The book of Malachi is the one must associated with this word of a “tithe” but one can find New Testament ideas of it, too. A “tithe” is a sacrifice given laterally in that neighborly love of 1st Cor.16, and it’s also one given vertically as a manner of a thanksgiving to the Lord. We are to heed Jesus’ words to “love the Lord with all our heart, mind, soul, body and strength.” Matthew (ch. 22) and Luke’s gospel (ch. 10) has Jesus reaffirm that—yet He also puts it in context of caring for others (horizontal).
An example of the vertical gift that means much to me is Psalm 118:22 “How can I make a return to the Lord, for all the good He has done for me?…” King David asks that question; and he was quite blessed by God. He knows that it’s not just the treasure to share with God, but his whole life with it—and it never will truly be enough, but even a tithe is a good gesture of gratitude.
The good result upon God’s people of Psalm 118’s prayer was an increased attention on the Temple and of the lifestyle of being God’s own vessel, and in Israel’s looking on how to be God’s agent to the world (e.g. –just see how Ps.119 ends).
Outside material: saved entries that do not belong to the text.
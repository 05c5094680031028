"""WAV output: IEEE float32, no PEAK chunk and no timestamp.

libsndfile adds a PEAK chunk with a write time to float WAVs, so two
renders of the same thing would differ; this writer emits only the RIFF
header, a ``fmt `` chunk (WAVE_FORMAT_IEEE_FLOAT = 3, with cbSize = 0 and
a ``fact`` chunk as the RIFF/WAVE specification asks for non-PCM data) and
the ``data`` chunk, so identical audio gives identical bytes.
"""

from __future__ import annotations

import struct
from pathlib import Path

import numpy as np

from .atomic import atomic_path

WAVE_FORMAT_IEEE_FLOAT = 3


def float_wav_bytes(data: np.ndarray, sample_rate: int) -> bytes:
    """A complete IEEE-float WAV file (32-bit, format tag 3) as bytes.

    data : float array, shape (n,) for mono or (channels, n) with 1..8 channels
    sample_rate : int, Hz
    The header has a fmt chunk with cbSize = 0 and a fact chunk, as the
    RIFF WAVE format asks of non-PCM data (Microsoft Multimedia Programming
    Interface and Data Specifications 1.0, 1991; from memory). No other
    chunks, so the bytes depend only on the samples and the rate.
    """
    a = np.asarray(data, dtype=np.float64)
    if a.ndim == 1:
        a = a[None, :]
    if a.ndim != 2 or not 1 <= a.shape[0] <= 8:
        raise ValueError(f"data shape {a.shape}: expected (n,) or (channels, n) with 1..8 channels")
    if not np.isfinite(a).all():
        raise ValueError("data holds NaN or infinite samples; a WAV must be finite")
    channels, frames = a.shape
    if 4 * channels * frames + 64 >= 2**32:
        raise ValueError(f"{4 * channels * frames} bytes of audio: too long for a WAV file (4 GiB at most)")
    return float_wav_header(frames, channels=channels, sample_rate=sample_rate) + np.ascontiguousarray(a.T).astype("<f4").tobytes()


def float_wav_header(frames: int, *, channels: int, sample_rate: int) -> bytes:
    """The header of a float32 WAV of ``frames`` frames: RIFF, fmt (tag 3, cbSize 0), fact, data.

    The audio bytes follow it directly (4·channels·frames of them, always even,
    so no pad byte is needed); a streamed writer writes it first with 0 frames
    and again with the count at the end.
    """
    block = 4 * channels
    data_bytes = frames * block
    fmt = struct.pack("<HHIIHHH", WAVE_FORMAT_IEEE_FLOAT, channels, int(sample_rate), int(sample_rate) * block, block, 32, 0)
    fact = struct.pack("<I", frames)
    body_len = 4 + (8 + len(fmt)) + (8 + len(fact)) + (8 + data_bytes)
    return (
        b"RIFF" + struct.pack("<I", body_len) + b"WAVE"
        + b"fmt " + struct.pack("<I", len(fmt)) + fmt
        + b"fact" + struct.pack("<I", len(fact)) + fact
        + b"data" + struct.pack("<I", data_bytes)
    )


def write_float_wav(path: str | Path, data: np.ndarray, sample_rate: int, *, overwrite: bool = False) -> Path:
    """Write ``data`` (shape (n,) or (channels, n)) as a float32 WAV, atomically."""
    with atomic_path(path, overwrite=overwrite) as tmp:
        tmp.write_bytes(float_wav_bytes(data, sample_rate))
    return Path(path)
In a New Testament Gospel example, of how people forget to show appreciation, Jesus notices that just one of ten came back to thank Him for a miracle done for them all. He asks: Where are the others? (Are they not to show thanks?) But—Jesus took the tithe. He kept ministering. There were grateful people for God’s action upon them.
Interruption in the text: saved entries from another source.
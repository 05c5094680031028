"""What a JSON record names of the design it is about, beyond its name and path.

One helper for every record (``render clips``, ``bias``, ``blind``'s key, ``check``,
``hum``, ``noise``, ``sense``, ``coil``, ``unvoice``), so they carry the same keys
in the same layout: the design file's SHA-256 and each measured coil's file and
SHA-256 (the bytes its fit was made from).
"""

from __future__ import annotations

from .coil_impedance import measured_files


def design_provenance(design) -> dict:
    """``{"design_sha256", "design_changes", "coil_measurements": [{"coil", "file", "sha256"}]}`` of a loaded design.

    ``design_sha256`` is the hex SHA-256 of the design file's bytes as loaded ("" for a design
    built in memory); ``design_changes`` maps each ``"table.key"`` that :func:`render.with_values`
    changed to its value as given (empty for the file as it is); ``coil_measurements`` lists each
    measured coil (``file`` as the design gives it, relative to the design file's folder), empty without one.
    """
    return {"design_sha256": design.sha256, "design_changes": dict(getattr(design, "changes", ())), "coil_measurements": measured_files(design)}


def rig_provenance(rig) -> dict:
    """``{"file", "sha256"}`` of the rig file a run used (a :class:`render.design.model.RigFile`), or, without one,
    ``{"file": None, "from": …}``: each design's own [rig] or the defaults."""
    return {"file": rig.source, "sha256": rig.sha256} if rig else {"file": None, "from": "each design's own [rig] or the defaults"}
We are doing basic parish things here that cost money at Resurrection. I’d like to believe that a tithing attitude of gratitude can help us all stay connected with The Lord, as well as serve goals of a healthy parish continuing forward.
Bottom line: The parish takes more than a million dollars to run, as you have handed it to my care to run (or given into my stewardship).
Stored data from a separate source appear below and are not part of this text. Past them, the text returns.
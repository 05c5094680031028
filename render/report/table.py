"""Plain-text tables whose columns are as wide as their widest cell, words or numbers.

A fixed width overflows when a cell holds words ("no output", "none: rests on limit") where a
number usually stands, and two such cells then run together; here each column takes the width
of its widest cell (heading included) and columns are always two spaces apart. Pure: strings in,
lines out.
"""

from __future__ import annotations

from collections.abc import Sequence

GAP = "  "  # between columns


def aligned_pairs(cells: Sequence[str], sep: str = " / ") -> list[str]:
    """Cells of the form ``"up / down"`` with their two parts lined up down the column (each part
    right-aligned to the widest); a cell without ``sep`` (words) is left as it is."""
    parts = [c.split(sep, 1) if sep in c else None for c in cells]
    pairs = [p for p in parts if p is not None]
    if not pairs:
        return list(cells)
    left = max(len(p[0]) for p in pairs)
    right = max(len(p[1]) for p in pairs)
    return [c if p is None else f"{p[0]:>{left}s}{sep}{p[1]:>{right}s}" for c, p in zip(cells, parts)]


def table_lines(header: Sequence[str], rows: Sequence[Sequence[str]], align: str, *, indent: str = "  ") -> list[str]:
    """The heading line and one line per row; ``align`` holds ``l`` or ``r`` per column.

    Each column is as wide as its widest cell or heading, so no cell overflows into the next.
    """
    if len(align) != len(header) or any(len(r) != len(header) for r in rows):
        raise ValueError("table_lines: every row and align need one entry per column")
    widths = [max([len(h)] + [len(r[k]) for r in rows]) for k, h in enumerate(header)]

    def line(cells: Sequence[str]) -> str:
        return indent + GAP.join(f"{c:<{w}s}" if a == "l" else f"{c:>{w}s}" for c, w, a in zip(cells, widths, align)).rstrip()

    return [line(header), *(line(r) for r in rows)]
I wrote all the above words once before— almost all of the same ones—when I was transitioning from being your administrator for 15 months to becoming pastor. We had some good financial progress that got this parish out of quite a hole it was in then. I have made cuts and adjustments, but only in line with what was supplied to me to divvy as steward. As a pandemic wanes, I feel like it was a trial for many of us, both personally but also as a parish of people. We have to get fully back on our feet.
Scripture says it in the Old and New Testaments: “Therefore strengthen your hands and set your shaky knees firmly.” It’s in Isaiah 35:3 and in Hebrews 12:12. It’s a call from the Word.
So I see Andrew Jackson as God’s Twenty for many people to see as a reasonable goal, and volunteerism and participation, and personal devotions to God, and helping out with mind and body to others, as His road for a recovery in the situation of now.